Ok, that one has 150 HD hrs.


----------



## krkaufman

gdoug said:


> While it would be tempting to see how much storage I could get with the Roamio, I am not much into hacking and modding. Just the 3TB hard drive swap would probably be good enough for us.


MFS Reformatter is not something that I'd categorize as hacking or modding, really. The only "difficult" part for some people is having a Windows system on which to execute mfsr, or having a USB adapter that enables access to the 8TB drive. Beyond that it's run exe, select drive, click button, wait a bundle of seconds... done.

In case a 4TB drive upgrade were to interest you.


----------



## jth tv

It was ridiculously easy to replace the hard drive in my Roamio Basic with a 3TB since I did Not care about keeping the content. There aren't any shows these days that it would bother me to miss. Most of the good ones are likely to show up on Netflix, without commercials, anyways.


----------



## sharpfork

I did the MLS boot cd on one of my hackintosh computers and easily copied my wife's hard drive full of Bravo shows to a new 3tb. The whole process was pretty easy. The physical drive swap was super easy. I got a 3tb WD red drive. I also added a cable card slot very easily with a Craigslist doner.

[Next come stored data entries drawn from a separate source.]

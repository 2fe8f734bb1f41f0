import { useState } from 'react'
import { View } from 'react-native'
import { Checkbox } from '@/components/ui/checkbox'
import { TextField } from '@/components/ui/text-field'

export interface PasswordFieldProps {
  readonly value: string
  readonly onChangeText: (text: string) => void
  readonly onEnter: () => void
  readonly error: string | undefined
  /** Whether the person makes it up now or gives the one that they have. */
  readonly isNew: boolean
}

/** A password: pasted or typed, and shown to whoever wants to see it. */
export function PasswordField({ isNew, ...rest }: PasswordFieldProps) {
  const [isShown, setShown] = useState(false)
  return (
    <View>
      <TextField
        {...rest}
        label="Password"
        hint={isNew ? '8 characters or more; a few odd words do well.' : undefined}
        secret={!isShown}
        autoComplete={isNew ? 'new-password' : 'current-password'}
        maxLength={256}
        required
      />
      <Checkbox label="Show the password" checked={isShown} onChange={setShown} />
    </View>
  )
}
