import { v7 as uuidv7 } from 'uuid'
import { applyCommands, type Command, type LayoutFile } from '@wedgeline/contract'

/** A layout as it was loaded, with the versions of its units. */
export interface Seen {
  readonly layout: LayoutFile
  readonly versions: Readonly<Record<string, number>>
}

/** The first of some rows. @throws where there is none. */
export const first = <T>(rows: readonly T[]): T => {
  const [row] = rows
  if (row === undefined) throw new Error('There is no row here.')
  return row
}
export const setAnchor = (id: string, changes: Record<string, unknown>): Command => ({
  type: 'set',
  table: 'anchors',
  id,
  changes,
})

/** A batch of a job on the versions that `seen` shows. */
export function batchFor(jobId: string, seen: Seen, commands: Command[]) {
  const { units } = applyCommands(seen.layout, commands)
  const bases = Object.fromEntries(units.map((unit) => [unit, seen.versions[unit] ?? 0]))
  return { id: uuidv7(), jobId, bases, commands }
}

/** What a refused call carries; null when it was taken. */
export async function failure(call: Promise<unknown>) {
  const error = await call.then(
    () => null,
    (reason: unknown) => reason,
  )
  if (error === null) return null
  const { code, message, cause } = error as {
    code: string
    message: string
    cause?: { details?: Record<string, unknown> } & Record<string, unknown>
  }
  return { code, message, details: cause?.details ?? {}, field: cause?.field, table: cause?.table }
}
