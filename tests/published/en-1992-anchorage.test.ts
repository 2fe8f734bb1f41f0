import { basisOf } from '@wedgeline/engine'
import { describe, expect, test } from 'vitest'
import { layout } from '../engine/sample-layout'

/**
 * EN 1992-1-1 8.4.2 to 8.4.4 and 8.7.3 with recommended values, gamma C 1.5, alpha ct 1.0, fyd 500 / 1.15 = 434.8 MPa.
 * Formulas from a digest; Table 8.2 (alpha 1, alpha 2) and alpha 6 from memory; numbers recomputed. Lengths mm.
 */
const basis = basisOf(layout().job)
const FYD = 500 / 1.15

const CASES = [
  { id: 'E01', diameter: 12, strength: 32, cd: 30, bond: 3.175, required: 410.8, length: 318.4, lap: 477.6 },
  { id: 'E02', diameter: 16, strength: 32, cd: 30, bond: 3.175, required: 547.8, length: 475.9, lap: 713.8 },
  {
    id: 'E03',
    diameter: 10,
    strength: 32,
    cd: 30,
    isGoodBond: false,
    bond: 2.223,
    required: 489.1,
    length: 342.3,
    lap: 513.5,
  },
  { id: 'E04', diameter: 12, strength: 25, cd: 25, bond: 2.693, required: 484.3, length: 405.6, lap: 608.4 },
  { id: 'E05', diameter: 12, strength: 32, cd: 40, isBent: true, bond: 3.175, required: 410.8, length: 273.2 },
  {
    id: 'E06',
    diameter: 20,
    strength: 40,
    cd: 40,
    share: 0.5,
    bond: 3.684,
    required: 590.1,
    length: 501.5,
    lap: 709.3,
  },
  { id: 'E07', diameter: 8, strength: 32, cd: 30, bond: 3.175, required: 273.9, length: 191.7, lap: 287.6 },
]

describe('EN 1992-1-1 8.4 and 8.7, anchorage and laps (digest; Table 8.2 from memory)', () => {
  test.each(CASES)('$id: $diameter mm in $strength MPa, cd $cd', (one) => {
    const { diameter, strength, cd, isGoodBond = true, isBent = false } = one
    const input = { diameter, strength, cd, isGoodBond, isBent, stress: FYD }
    const found = basis.anchorage(input)
    expect(found.bond).toBeCloseTo(one.bond, 2)
    expect(Math.abs(found.required - one.required)).toBeLessThan(0.5)
    expect(Math.abs(found.length - one.length)).toBeLessThan(0.5)
    if (one.lap !== undefined) expect(Math.abs(basis.lap(input, one.share ?? 1) - one.lap)).toBeLessThan(0.5)
  })

  test('the least length holds where little stress is asked for: max(0.3 lb,rqd, 10 d, 100)', () => {
    // 10 MPa in a 12 mm bar: lb,rqd = 3 * 10 / 3.175 = 9.4 mm; 10 d = 120 governs over 100.
    const input = { diameter: 12, strength: 32, cd: null, isGoodBond: true, isBent: false, stress: 10 }
    expect(basis.anchorage(input).length).toBe(120)
    expect(basis.anchorage({ ...input, diameter: 8 }).length).toBe(100)
  })

  test('without cd no credit is taken: the length is lb,rqd', () => {
    const found = basis.anchorage({
      diameter: 12,
      strength: 32,
      cd: null,
      isGoodBond: true,
      isBent: false,
      stress: FYD,
    })
    expect(found.length).toBe(found.required)
  })

  test('bond counts on no more than C60/75 (8.4.2(2), from memory)', () => {
    const input = { diameter: 12, cd: null, isGoodBond: true, isBent: false, stress: FYD }
    expect(basis.anchorage({ ...input, strength: 61 }).bond).toBe(basis.anchorage({ ...input, strength: 60 }).bond)
    expect(basis.anchorage({ ...input, strength: 59 }).bond).toBeLessThan(
      basis.anchorage({ ...input, strength: 60 }).bond,
    )
  })
})

describe('EN 1992-1-1 8.4.2(2), Fig. 8.2 (from memory): where level bars lie in good bond', () => {
  const isGood = (depth: number) => (fromSoffit: number | null) => basis.isGoodBond({ depth, fromSoffit })

  test('sections up to 250 deep: every bar', () => {
    expect([30, 220, 250, null].map(isGood(250))).toEqual([true, true, true, true])
    // One deeper: a bar whose height is not known may lie in the top millimetre.
    expect(isGood(251)(null)).toBe(false)
  })

  test('up to 600 deep: the lower 250', () => {
    for (const depth of [251, 400, 600]) expect([249, 250, 251].map(isGood(depth))).toEqual([true, true, false])
  })

  test('deeper: all but the top 300', () => {
    // 601 - 300 = 301; 1000 - 300 = 700
    expect([300, 301, 302].map(isGood(601))).toEqual([true, true, false])
    expect([699, 700, 701].map(isGood(1000))).toEqual([true, true, false])
    expect(isGood(1000)(null)).toBe(false)
  })
})

describe('EN 1992-1-1 8.2 and 8.7.3 (from memory): room between bars and laps', () => {
  test('clear gap: the bar, aggregate + 5, 20', () => {
    const gap = (diameter: number, aggregate: number) => basis.clearGap({ diameter, aggregate }).value
    expect([gap(12, 20), gap(25, 20), gap(26, 20), gap(12, 15), gap(12, 14), gap(12, 16)]).toEqual([
      25, 25, 26, 20, 20, 21,
    ])
  })

  test('laps count in one section within 0.65 of a lap length on both sides of it', () => {
    expect(basis.lapStagger).toBe(2 * 0.65)
  })
})
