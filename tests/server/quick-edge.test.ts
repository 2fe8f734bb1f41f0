import { beforeEach, describe, expect, test } from 'vitest'
import { layoutSchema, type LayoutFile } from '@wedgeline/contract'
import { addCompany, openTestCompany, type TestCompany } from './company'
import { sampleLayout } from './layout-sample'

let company: TestCompany
let detailer: ReturnType<TestCompany['as']>
beforeEach(() => {
  company = openTestCompany()
  detailer = company.as('detailer')
})

const codeOf = (call: Promise<unknown>) =>
  call.then(
    () => 'OK',
    (error: unknown) => (error as { code: string }).code,
  )
const messageOf = (call: Promise<unknown>) =>
  call.then(
    () => 'OK',
    (error: unknown) => (error as Error).message,
  )
async function made({ isUnfiled }: { readonly isUnfiled: boolean }, layout: LayoutFile = sampleLayout()) {
  const { jobId } = await detailer.job.importLayout({ companyId: company.id, layout, isUnfiled })
  return jobId
}
const layoutOf = async (jobId: string) => (await detailer.layout.byJob({ jobId })).layout
const listed = async (jobId: string) => (await detailer.job.list()).find(({ id }) => id === jobId)

describe('a quick edge', () => {
  test('is a job that says that it is unfiled, and an ordinary import is not', async () => {
    const [quick, job] = [await made({ isUnfiled: true }), await made({ isUnfiled: false })]
    expect(await detailer.job.byId({ jobId: quick })).toMatchObject({ isUnfiled: true })
    expect(await detailer.job.byId({ jobId: job })).toMatchObject({ isUnfiled: false })
    expect([await listed(quick), await listed(job)]).toMatchObject([{ isUnfiled: true }, { isUnfiled: false }])
  })

  test('is listed with its worst check and, on readings that are proposed, with none that needs judgement for them', async () => {
    // Cylinders cured elsewhere are for an engineer to judge whatever is read into a clause.
    const layout = { ...sampleLayout(), concreteResults: [] }
    const quick = await listed(await made({ isUnfiled: true }, layout))
    const job = await listed(await made({ isUnfiled: false }, layout))
    expect(job?.pours[0]?.worst).toBeNull()
    expect(job?.pours[0]?.counts['needs-judgement']).toBeGreaterThan(0)
    const [pour] = quick?.pours ?? []
    expect(pour?.counts['needs-judgement']).toBe(0)
    expect(pour?.worst).toMatchObject({
      zone: expect.any(String),
      check: expect.any(String),
      status: expect.any(String),
    })
    const sum = (counts = {}) => Object.values<number>(counts).reduce((total, each) => total + each, 0)
    expect(sum(pour?.counts)).toBe(sum(job?.pours[0]?.counts))
  })

  test('cannot be exported until it has a number and a title of its own', async () => {
    const jobId = await made({ isUnfiled: true })
    const pourId = (await layoutOf(jobId)).pours[0]?.id ?? ''
    expect(await codeOf(detailer.schedule.byPour({ jobId, pourId }))).toBe('OK')
    expect(await messageOf(detailer.schedule.export({ jobId, pourId }))).toMatch(/^A quick edge cannot be issued/)
    await detailer.job.update({ jobId, number: '26-050', title: 'Kept' })
    expect(await detailer.job.byId({ jobId })).toMatchObject({ isUnfiled: false, number: '26-050' })
    expect(await codeOf(detailer.schedule.export({ jobId, pourId }))).toBe('OK')
    const [, , update] = await detailer.audit.list({ jobId })
    expect(update).toMatchObject({ what: 'job.update', before: { isUnfiled: true }, after: { isUnfiled: false } })
  })

  test('carries no bar mark: nobody has been handed one', async () => {
    const layout = sampleLayout()
    const barMarks = [{ id: 'm1', pourId: 'p1', mark: 7, key: 'H10|00|2000' }]
    expect((await layoutOf(await made({ isUnfiled: true }, { ...layout, barMarks }))).barMarks).toEqual([])
    expect((await layoutOf(await made({ isUnfiled: false }, { ...layout, barMarks }))).barMarks).toHaveLength(1)
  })
})

describe('filing a quick edge into a job', () => {
  test('moves its pour with edge, anchors, tendons and steel, checked, and takes the quick edge away', async () => {
    const [quick, job] = [await made({ isUnfiled: true }), await made({ isUnfiled: false })]
    const before = await layoutOf(job)
    const filed = await detailer.job.fileQuickEdge({
      jobId: quick,
      intoJobId: job,
      mark: 'Q1',
      level: { id: before.levels[0]?.id ?? '' },
    })
    const after = await layoutOf(job)
    for (const table of ['pours', 'edges', 'edgeLines', 'tendons', 'anchors', 'steel', 'obstructions'] as const) {
      expect(after[table], table).toHaveLength(2 * before[table].length)
      expect(after[table].slice(0, before[table].length)).toEqual(before[table])
    }
    expect(after.levels).toEqual(before.levels)
    expect(after.gridLines).toEqual(before.gridLines)
    expect(filed).toMatchObject({ jobId: job, pourId: after.pours[1]?.id, edgeIds: [after.edges[1]?.id] })
    expect(after.pours[1]?.mark).toBe('Q1')
    expect((await listed(job))?.pours[1]?.counts).toEqual((await listed(job))?.pours[0]?.counts)
    expect(await listed(quick)).toBeUndefined()
    expect(await codeOf(detailer.layout.byJob({ jobId: quick }))).toBe('NOT_FOUND')
    expect((await detailer.audit.list({ jobId: job }))[0]).toMatchObject({
      what: 'job.fileQuickEdge',
      after: { from: { jobId: quick }, pourId: filed.pourId, mark: 'Q1' },
    })
  })

  test('gives taken marks the next free number, and stands clear of what the level holds', async () => {
    const layout = sampleLayout()
    const named = (mark: string): LayoutFile => ({ ...layout, edges: layout.edges.map((edge) => ({ ...edge, mark })) })
    const quick = await made({ isUnfiled: true }, named('E1'))
    const job = await made({ isUnfiled: false }, named('E1'))
    const before = await layoutOf(job)
    const level = { id: before.levels[0]?.id ?? '' }
    await detailer.job.fileQuickEdge({ jobId: quick, intoJobId: job, mark: 'Q1', level })
    const after = await layoutOf(job)
    expect(after.edges.map(({ mark }) => mark)).toEqual(['E1', 'E3'])
    // The line S of the sample is taken as well and was named first.
    expect(after.edgeLines.map(({ mark }) => mark)).toEqual(['S', 'E2'])
    const ys = after.pours.map(({ outline }) => outline.map(({ yMm }) => yMm))
    // 5 m between the lowest corner there and the highest that came.
    expect(Math.min(...(ys[0] ?? [])) - Math.max(...(ys[1] ?? []))).toBe(5000)
    const [line, other] = after.edgeLines
    expect((line?.yMm ?? 0) - (other?.yMm ?? 0)).toBe((ys[0]?.[0] ?? 0) - (ys[1]?.[0] ?? 0))
  })

  test('makes a new level where one is asked for, and the place then stays', async () => {
    const [quick, job] = [await made({ isUnfiled: true }), await made({ isUnfiled: false })]
    await detailer.job.fileQuickEdge({ jobId: quick, intoJobId: job, mark: 'P1', level: { mark: 'L9' } })
    const { levels, pours, edges } = await layoutOf(job)
    expect(levels.map(({ mark }) => mark)).toEqual(['L1', 'L9'])
    expect(pours[1]).toMatchObject({ levelId: levels[1]?.id, mark: 'P1' })
    expect(pours[1]?.outline.map(({ xMm, yMm }) => [xMm, yMm])).toEqual(
      pours[0]?.outline.map(({ xMm, yMm }) => [xMm, yMm]),
    )
    expect(edges.map(({ mark }) => mark)).toEqual([edges[0]?.mark, edges[0]?.mark])
  })

  test('stores nothing where it cannot: a mark that is taken, a level that is gone, no quick edge, into a quick edge', async () => {
    const [quick, job, other] = [
      await made({ isUnfiled: true }),
      await made({ isUnfiled: false }),
      await made({ isUnfiled: true }),
    ]
    const before = await layoutOf(job)
    const level = { id: before.levels[0]?.id ?? '' }
    const file = (change: object) =>
      messageOf(detailer.job.fileQuickEdge({ jobId: quick, intoJobId: job, mark: 'Q1', level, ...change }))
    expect(await file({ mark: before.pours[0]?.mark })).toMatch(/has a pour \w+ already/)
    expect(await file({ level: { id: 'gone' } })).toMatch(/^That level is not in the job/)
    expect(await file({ level: { mark: 'L1' } })).toMatch(/has a level L1 already/)
    expect(await file({ intoJobId: other })).toMatch(/^That is a quick edge as well/)
    expect(await file({ jobId: job })).toMatch(/^This is an ordinary job/)
    expect(await layoutOf(job)).toEqual(before)
    expect(await listed(quick)).toBeDefined()
  })

  test('refuses a quick edge that has grown a second pour', async () => {
    const layout = sampleLayout()
    const [pour] = layout.pours
    const anew = <T extends { id: string }>(rows: readonly T[] = []) =>
      rows.map((row) => ({ ...row, id: `${row.id}b` }))
    const parts = { outline: anew(pour?.outline), mats: anew(pour?.mats), stages: anew(pour?.stages) }
    const second = layoutSchema.shape.pours.parse([{ ...pour, ...parts, id: 'p2', mark: 'P2' }])
    const quick = await made({ isUnfiled: true }, { ...layout, pours: [...layout.pours, ...second] })
    const job = await made({ isUnfiled: false })
    const filing = { jobId: quick, intoJobId: job, mark: 'Q1', level: { mark: 'L2' } }
    expect(await messageOf(detailer.job.fileQuickEdge(filing))).toMatch(/has 2 pours by now/)
  })

  test('needs both jobs to be the caller’s to edit', async () => {
    const [quick, job] = [await made({ isUnfiled: true }), await made({ isUnfiled: false })]
    const engineer = company.as('engineer')
    await detailer.job.addMember({ jobId: quick, personId: company.personId('engineer') })
    const filing = { jobId: quick, intoJobId: job, mark: 'Q1', level: { mark: 'L2' } }
    expect(await codeOf(engineer.job.fileQuickEdge(filing))).toBe('NOT_FOUND')
    const south = addCompany(company.db, 'south')
    const { jobId: abroad } = await south
      .as('detailer')
      .job.importLayout({ companyId: south.id, layout: sampleLayout() })
    expect(await codeOf(detailer.job.fileQuickEdge({ ...filing, intoJobId: abroad }))).toBe('NOT_FOUND')
    expect(await codeOf(detailer.job.fileQuickEdge(filing))).toBe('OK')
    expect(await codeOf(detailer.job.fileQuickEdge(filing))).toBe('NOT_FOUND')
  })
})
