import type { Method, MethodFamily } from './method'
import { surenessOf, type Sureness } from './method-words'

/** What narrows the list; null leaves it whole. Values that nothing has leave nothing. */
export interface MethodFilter {
  readonly basis: string | null
  readonly family: MethodFamily | null
  readonly sureness: Sureness | null
}

/** The methods that are asked for, each with those of its clauses that are; the schedule belongs to every basis. */
export function narrowed(methods: readonly Method[], filter: MethodFilter): readonly Method[] {
  return methods.flatMap((method) => {
    if (filter.family !== null && !method.families.includes(filter.family)) return []
    const clauses = method.clauses.filter(
      (clause) =>
        (filter.basis === null || clause.bases.length === 0 || clause.bases.includes(filter.basis)) &&
        (filter.sureness === null || surenessOf(clause) === filter.sureness),
    )
    return clauses.length === 0 ? [] : [{ ...method, clauses }]
  })
}
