import { faceForce, tensionMidway, tensionOnLine } from '@wedgeline/engine'
import { describe, expect, test } from 'vitest'
import { evaluated } from '../engine/step-text'

/** The series itself, term by term, with the zero of its stress found by halving. */
function bySum(ratio: number, midway: boolean): { depth: number; share: number } {
  const sum = (term: (n: number, x: number) => number, x: number) =>
    Array.from({ length: 4000 }, (_, i) => i + 1).reduce(
      (total, n) =>
        total +
        ((2 * Math.sin(n * Math.PI * ratio)) / (n * Math.PI * ratio)) *
          term(n, x) *
          Math.exp(-2 * Math.PI * n * x) *
          (midway && n % 2 === 1 ? -1 : 1),
      0,
    )
  const stress = (x: number) => sum((n, at) => -(1 - 2 * Math.PI * n * at), x)
  let [low, high] = [0.01, 0.4]
  for (let i = 0; i < 50; i++) {
    const half = (low + high) / 2
    if (stress(half) > 0 === stress(low) > 0) low = half
    else high = half
  }
  return { depth: low, share: Math.abs(sum((_, x) => x, low)) }
}

describe('Endless row of equal anchors (computed: exact series, finite elements agree within 0.2 %)', () => {
  // From the table computed for the design: plate over spacing; force over P and zero over s, midway and on the line.
  const TABLE = [
    { ratio: 0.1, midway: 0.08799, zeroMidway: 0.20226, line: 0.21166, zeroLine: 0.0733 },
    { ratio: 0.2, midway: 0.08604, zeroMidway: 0.19857, line: 0.16099, zeroLine: 0.10931 },
    { ratio: 0.3, midway: 0.08274, zeroMidway: 0.19232, line: 0.1242, zeroLine: 0.13545 },
  ]

  test.each(TABLE)('plate $ratio of the spacing: midway $midway P, on the line $line P', (row) => {
    expect(tensionMidway(row.ratio).share).toBeCloseTo(row.midway, 4)
    expect(tensionMidway(row.ratio).depthShare).toBeCloseTo(row.zeroMidway, 4)
    expect(tensionOnLine(row.ratio).share).toBeCloseTo(row.line, 4)
    expect(tensionOnLine(row.ratio).depthShare).toBeCloseTo(row.zeroLine, 4)
  })

  test.each([0.1, 0.2, 0.3, 0.5, 0.8])('the closed form is the sum of the series at %s', (ratio) => {
    const [face, line] = [bySum(ratio, true), bySum(ratio, false)]
    expect(tensionMidway(ratio).share).toBeCloseTo(face.share, 6)
    expect(tensionMidway(ratio).depthShare).toBeCloseTo(face.depth, 6)
    expect(tensionOnLine(ratio).share).toBeCloseTo(line.share, 6)
    expect(tensionOnLine(ratio).depthShare).toBeCloseTo(line.depth, 6)
  })

  test('towards a point load: 0.0886 P midway, P / pi on the line', () => {
    expect(tensionMidway(1e-6).share).toBeCloseTo(0.0886, 4)
    expect(tensionOnLine(1e-6).share).toBeCloseTo(1 / Math.PI, 3)
  })

  test('a wider plate never gives more', () => {
    const shares = [0.05, 0.1, 0.2, 0.4, 0.6, 0.8, 0.95].map((ratio) => tensionMidway(ratio).share)
    expect(shares).toEqual([...shares].sort((a, b) => b - a))
  })

  test('the steps hold the table and their text evaluates to them', () => {
    const steps = faceForce({ P: 588_800, a: 175, s: 1750 })
    expect(steps.at(-1)?.value).toBeCloseTo(0.08799 * 588_800, -1)
    for (const line of steps) expect(evaluated(line)).toBeCloseTo(line.value, 6)
  })
})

Sent from my SM-G935V using Tapatalk


----------



## Teeps

gdoug said:


> I have seen some older threads about this, but I am looking for some current info. Our Roamio OTA (lifetime subscription version) has quickly filled up. I was reading that it comes with a 1TB from the factory and up to a 3TB could be installed. Is it really as easy as I have read to swap the hard drive out? What hard drive would be recommended to put in IE: Western Digital Green, Blue, other low power hard drive, etc? TIA


Upgrade to larger HDD and retain existing recordings:
MFS Tools 3.2


----------



## JTHOJNICKI

I bought the Roamio OTA 1TB model and once I initialized it, I immediately swapped in a 6TB WD RED NAS drive. Once initialized on the OTA, I simply attached it to my Windows 10 computer and ran MSFR to reformat it properly to get access to all the space. The only issue was that MSFR (or my computer) wouldn't work with the 6TB drive in MY USB drive dock. I simply disconnected one of my internal drives & temporarily plugged in the 6TB drive. MSFR reformatted it quickly. The Roamio OTA works great with all that storage, but we still manage to fill it up. We just purge old stuff occasionally.


----------



## JTHOJNICKI

One suggestion - for possible warranty/repair service purposes - label the original TiVo HDD and keep it in a safe place in case you ever need to swap it back.


----------



## PCurry57

JTHOJNICKI said:


> I bought the Roamio OTA 1TB model and once I initialized it, I immediately swapped in a 6TB WD RED NAS drive. Once initialized on the OTA, I simply attached it to my Windows 10 computer and ran MSFR to reformat it properly to get access to all the space. The only issue was that MSFR (or my computer) wouldn't work with the 6TB drive in MY USB drive dock. I simply disconnected one of my internal drives & temporarily plugged in the 6TB drive. MSFR reformatted it quickly. The Roamio OTA works great with all that storage, but we still manage to fill it up. We just purge old stuff occasionally.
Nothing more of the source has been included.